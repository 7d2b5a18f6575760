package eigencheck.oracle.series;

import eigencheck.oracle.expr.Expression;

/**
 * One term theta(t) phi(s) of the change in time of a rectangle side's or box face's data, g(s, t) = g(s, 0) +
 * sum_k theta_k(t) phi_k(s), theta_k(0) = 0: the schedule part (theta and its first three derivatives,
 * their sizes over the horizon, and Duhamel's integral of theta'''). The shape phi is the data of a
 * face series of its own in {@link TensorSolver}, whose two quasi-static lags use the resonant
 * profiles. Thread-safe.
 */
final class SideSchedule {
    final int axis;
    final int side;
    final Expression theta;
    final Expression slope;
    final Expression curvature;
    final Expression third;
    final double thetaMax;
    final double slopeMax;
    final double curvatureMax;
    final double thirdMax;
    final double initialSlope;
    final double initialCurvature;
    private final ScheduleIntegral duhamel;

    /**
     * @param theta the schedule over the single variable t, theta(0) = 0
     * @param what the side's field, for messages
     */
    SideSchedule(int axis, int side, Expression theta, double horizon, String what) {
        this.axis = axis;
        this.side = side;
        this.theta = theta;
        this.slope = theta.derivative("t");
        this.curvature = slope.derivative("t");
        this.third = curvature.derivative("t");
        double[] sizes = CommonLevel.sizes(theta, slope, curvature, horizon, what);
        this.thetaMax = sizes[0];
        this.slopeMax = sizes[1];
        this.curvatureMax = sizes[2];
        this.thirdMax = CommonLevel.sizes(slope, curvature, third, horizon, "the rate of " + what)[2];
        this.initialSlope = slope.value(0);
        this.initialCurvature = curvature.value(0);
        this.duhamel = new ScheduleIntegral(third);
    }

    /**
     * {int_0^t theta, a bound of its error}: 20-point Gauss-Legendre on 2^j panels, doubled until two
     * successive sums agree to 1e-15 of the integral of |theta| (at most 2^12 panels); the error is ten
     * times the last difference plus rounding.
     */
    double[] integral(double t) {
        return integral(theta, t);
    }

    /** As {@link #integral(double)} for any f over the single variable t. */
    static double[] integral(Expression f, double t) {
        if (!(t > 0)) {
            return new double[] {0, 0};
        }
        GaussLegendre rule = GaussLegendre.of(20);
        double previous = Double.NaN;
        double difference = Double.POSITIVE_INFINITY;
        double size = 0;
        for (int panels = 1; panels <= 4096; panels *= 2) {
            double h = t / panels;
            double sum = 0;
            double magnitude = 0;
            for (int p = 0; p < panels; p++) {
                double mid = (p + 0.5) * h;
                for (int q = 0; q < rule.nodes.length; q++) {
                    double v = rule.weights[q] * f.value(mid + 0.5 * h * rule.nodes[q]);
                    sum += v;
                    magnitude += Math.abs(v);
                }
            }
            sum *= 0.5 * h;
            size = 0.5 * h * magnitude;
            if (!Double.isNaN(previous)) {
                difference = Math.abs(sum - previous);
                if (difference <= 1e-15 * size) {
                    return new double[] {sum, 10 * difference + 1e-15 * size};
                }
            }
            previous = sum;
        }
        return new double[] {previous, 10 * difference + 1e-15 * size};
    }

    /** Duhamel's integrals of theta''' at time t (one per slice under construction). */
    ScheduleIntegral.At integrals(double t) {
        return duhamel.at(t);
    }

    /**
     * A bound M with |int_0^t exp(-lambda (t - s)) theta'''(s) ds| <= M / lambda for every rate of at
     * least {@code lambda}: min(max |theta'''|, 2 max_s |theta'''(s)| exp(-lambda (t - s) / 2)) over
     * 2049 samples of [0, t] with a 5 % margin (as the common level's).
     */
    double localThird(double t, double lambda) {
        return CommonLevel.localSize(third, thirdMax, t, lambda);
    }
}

**WHAT YOU ARE ASKED TO DO**
Restate the whole listing exactly, leaving out nothing.

**SOLUTION FOR THIS PROBLEM**
repository 7d2b5a18f6575760
package eigencheck.oracle.series;

import eigencheck.oracle.expr.Expression;

/**
 * One term theta(t) phi(s) of the change in time of a rectangle side's or box face's data, g(s, t) = g(s, 0) +
 * sum_k theta_k(t) phi_k(s), theta_k(0) = 0: the schedule part (theta and its first three derivatives,
 * their sizes over the horizon, and Duhamel's integral of theta'''). The shape phi is the data of a
 * face series of its own in {@link TensorSolver}, whose two quasi-static lags use the resonant
 * profiles. Thread-safe.
 */
final class SideSchedule {
    final int axis;
    final int side;
    final Expression theta;
    final Expression slope;
    final Expression curvature;
    final Expression third;
    final double thetaMax;
    final double slopeMax;
    final double curvatureMax;
    final double thirdMax;
    final double initialSlope;
    final double initialCurvature;
    private final ScheduleIntegral duhamel;

    /**
     * @param theta the schedule over the single variable t, theta(0) = 0
     * @param what the side's field, for messages
     */
    SideSchedule(int axis, int side, Expression theta, double horizon, String what) {
        this.axis = axis;
        this.side = side;
        this.theta = theta;
        this.slope = theta.derivative("t");
        this.curvature = slope.derivative("t");
        this.third = curvature.derivative("t");
        double[] sizes = CommonLevel.sizes(theta, slope, curvature, horizon, what);
        this.thetaMax = sizes[0];
        this.slopeMax = sizes[1];
        this.curvatureMax = sizes[2];
        this.thirdMax = CommonLevel.sizes(slope, curvature, third, horizon, "the rate of " + what)[2];
        this.initialSlope = slope.value(0);
        this.initialCurvature = curvature.value(0);
        this.duhamel = new ScheduleIntegral(third);
    }

    /**
     * {int_0^t theta, a bound of its error}: 20-point Gauss-Legendre on 2^j panels, doubled until two
     * successive sums agree to 1e-15 of the integral of |theta| (at most 2^12 panels); the error is ten
     * times the last difference plus rounding.
     */
    double[] integral(double t) {
        return integral(theta, t);
    }

    /** As {@link #integral(double)} for any f over the single variable t. */
    static double[] integral(Expression f, double t) {
        if (!(t > 0)) {
            return new double[] {0, 0};
        }
        GaussLegendre rule = GaussLegendre.of(20);
        double previous = Double.NaN;
        double difference = Double.POSITIVE_INFINITY;
        double size = 0;
        for (int panels = 1; panels <= 4096; panels *= 2) {
            double h = t / panels;
            double sum = 0;
            double magnitude = 0;
            for (int p = 0; p < panels; p++) {
                double mid = (p + 0.5) * h;
                for (int q = 0; q < rule.nodes.length; q++) {
                    double v = rule.weights[q] * f.value(mid + 0.5 * h * rule.nodes[q]);
                    sum += v;
                    magnitude += Math.abs(v);
                }
            }
            sum *= 0.5 * h;
            size = 0.5 * h * magnitude;
            if (!Double.isNaN(previous)) {
                difference = Math.abs(sum - previous);
                if (difference <= 1e-15 * size) {
                    return new double[] {sum, 10 * difference + 1e-15 * size};
                }
            }
            previous = sum;
        }
        return new double[] {previous, 10 * difference + 1e-15 * size};
    }

    /** Duhamel's integrals of theta''' at time t (one per slice under construction). */
    ScheduleIntegral.At integrals(double t) {
        return duhamel.at(t);
    }

    /**
     * A bound M with |int_0^t exp(-lambda (t - s)) theta'''(s) ds| <= M / lambda for every rate of at
     * least {@code lambda}: min(max |theta'''|, 2 max_s |theta'''(s)| exp(-lambda (t - s) / 2)) over
     * 2049 samples of [0, t] with a 5 % margin (as the common level's).
     */
    double localThird(double t, double lambda) {
        return CommonLevel.localSize(third, thirdMax, t, lambda);
    }
}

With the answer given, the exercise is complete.